## WORK INSTRUCTIONS
Word for word, repeat the lines of the records from the one containing "locale and catalogues" through the last line, both included.

## RAW DATA

/* main.c — decides: headless command (no display needed) or the window
 *
 * SPDX-License-Identifier: GPL-3.0-or-later
 */
#define G_LOG_DOMAIN "hoopline"

#include "hl-config.h"
#include "hl-command-line.h"
#include "hl-application.h"

#include <locale.h>
#include <glib/gi18n.h>

/* Installed, the catalogues are under the prefix; run from the build
 * tree (the README's demo command), they are the ones just built. */
static const char *
locale_dir (void)
{
  g_autofree char *self = g_file_read_link ("/proc/self/exe", NULL);
  static char *build_po;

  if (self != NULL && g_str_has_prefix (self, HL_BUILD_ROOT G_DIR_SEPARATOR_S))
    {
      if (build_po == NULL)
        build_po = g_build_filename (HL_BUILD_ROOT, "po", NULL);
      return build_po;
    }
  return HL_LOCALEDIR;
}

int
main (int    argc,
      char **argv)
{
  setlocale (LC_ALL, "");
  bindtextdomain (GETTEXT_PACKAGE, locale_dir ());
  bind_textdomain_codeset (GETTEXT_PACKAGE, "UTF-8");
  textdomain (GETTEXT_PACKAGE);

  if (hl_command_line_is_headless (argc, argv))
    return hl_command_line_run (argc, argv);

  /* GTK is touched only from here on, so headless commands need no display */
  return hl_application_main (argc, argv);
}
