/* hl-program-setup.h — what both programs do first: locale and catalogues
 *
 * SPDX-License-Identifier: GPL-3.0-or-later
 */
#pragma once

#include <glib.h>

G_BEGIN_DECLS

/* The user's locale, and the message catalogues: under the prefix when
 * installed, the ones just built when run from the build tree. */
void         hl_program_setup_locale (void);

/* TRUE when this program runs from the build tree (HL_BUILD_ROOT) */
gboolean     hl_program_in_build_tree (void);

G_END_DECLS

## WRITTEN RESPONSE
/* hl-program-setup.h — what both programs do first: locale and catalogues
 *
 * SPDX-License-Identifier: GPL-3.0-or-later
 */
#pragma once

#include <glib.h>

G_BEGIN_DECLS

/* The user's locale, and the message catalogues: under the prefix when
 * installed, the ones just built when run from the build tree. */
void         hl_program_setup_locale (void);

/* TRUE when this program runs from the build tree (HL_BUILD_ROOT) */
gboolean     hl_program_in_build_tree (void);

G_END_DECLS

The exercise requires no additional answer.